Eight rockets were fired at the Yaroviv military range, located 30 kilometers (19 miles) northwest of Lviv
FILE: Ukrainian soldiers take part in military exercises at the Yaroviv shooting range not far from the western Ukrainian city of Lviv on September 15, 2017. Photo: AFP
Russian forces struck a military training base in western Ukraine on Sunday morning, bringing their offensive closer to the border with Poland.
Eight rockets were fired at the Yaroviv military range, located 30 kilometers (19 miles) northwest of Lviv, the regional administration said, without offering any details about possible casualties. The range is 35 kilometers (22 miles) from Ukraine’s border with Poland.
Since 2015, the U.S. has regularly sent instructors to the military range, also known as the Yaroviv International Peacekeeping and Security Center, to train Ukraine’s military and the facility has also hosted international NATO drills.
On Saturday, Russia bombarded cities across Ukraine, pounding Mariupol in the south, shelling the outskirts of the capital, Kyiv, and thwarting the efforts of people trying to flee the violence.
In Mariupol, which has endured some of the worst punishment since Russia attacked, efforts to bring food, water and medicine into the port city of 430,000 and to evacuate civilians, were prevented by unceasing attacks. More than 1,500 people have died in Mariupol during the siege, according to the mayor’s office, and the shelling has even interrupted efforts to bury the dead in mass graves.
Talks aimed at reaching a cease-fire again failed Saturday, and while the U.S. announced plans to provide another $200 million to Ukraine for weapons, a senior Russian diplomat warned that Moscow could attack foreign shipments of military equipment.
Ukrainian President Volodymyr Zelenskyy accused Russia of trying to break his country apart, as well as starting “a new stage of terror” with the alleged detention of a mayor from a city west of Mariupol.
“Ukraine will stand this test.
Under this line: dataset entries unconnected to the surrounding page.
import { queryOptions, useQuery } from '@tanstack/react-query';
import type { TilesetDto } from '@shared/api';
import { api } from '@/lib/api-client';
import { planKeys } from './keys';

/** The project's base map (MBTiles served by Threadline itself), or `available: false`. */
export function getTileset(projectId: number, signal?: AbortSignal): Promise<TilesetDto> {
  return api.get<TilesetDto>(`/api/projects/${projectId}/tiles`, { signal });
}

export const tilesetQueryOptions = (projectId: number) =>
  queryOptions({ queryKey: planKeys.tileset(projectId), queryFn: ({ signal }) => getTileset(projectId, signal), staleTime: 5 * 60_000 });

export function useTileset(projectId: number) {
  return useQuery(tilesetQueryOptions(projectId));
}

/** URL template of the project's tiles for Leaflet; the version makes a replaced file bypass caches. */
export function tileUrlTemplate(projectId: number, version: string | null): string {
  return `/api/projects/${projectId}/tiles/{z}/{x}/{y}.png${version ? `?v=${encodeURIComponent(version)}` : ''}`;
}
We need time and strength to break the war machine that has come to our land,” Zelenskyy said during his nightly address to the nation Saturday.
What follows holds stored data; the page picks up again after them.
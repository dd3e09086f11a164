/** Query keys of the plan & profile view: the clearance report and the base map (tile set). */
export const planKeys = {
  all: ['plan'] as const,
  tileset: (projectId: number) => [...planKeys.all, 'tileset', projectId] as const,
  /** Under the shared `clearances` root, so every feature that invalidates clearances refreshes it too. */
  clearances: (projectId: number) => ['clearances', 'report', projectId] as const,
};

/**
 * Other features' caches a bore save can change: bores themselves, the conflict register, the
 * project counts, the activity log and every clearance report (by key root, so this feature
 * imports no other feature).
 */
export const AFFECTED_BY_BORE_WRITES = [['bores'], ['clearances'], ['conflicts'], ['projects'], ['activity'], ['holes', 'clearances']] as const;
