import { queryOptions, useQuery } from '@tanstack/react-query';
import type { ClearancesDto } from '@shared/api';
import { api } from '@/lib/api-client';
import { planKeys } from './keys';

/** The project's clearance report as the server last computed it, with CRS, unit and datum. */
export function getClearances(projectId: number, signal?: AbortSignal): Promise<ClearancesDto> {
  return api.get<ClearancesDto>(`/api/projects/${projectId}/clearances`, { signal });
}

export const clearancesQueryOptions = (projectId: number) =>
  queryOptions({ queryKey: planKeys.clearances(projectId), queryFn: ({ signal }) => getClearances(projectId, signal) });

export function useClearances(projectId: number) {
  return useQuery(clearancesQueryOptions(projectId));
}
Russian soldiers pillaged a humanitarian convoy that was trying to reach Mariupol and blocked another, a Ukrainian official said. Ukraine’s military said Russian forces captured Mariupol’s eastern outskirts, tightening their siege of the strategic port. Taking Mariupol and other ports on the Azov Sea could allow Russia to establish a land corridor to Crimea, which it seized from Ukraine in 2014.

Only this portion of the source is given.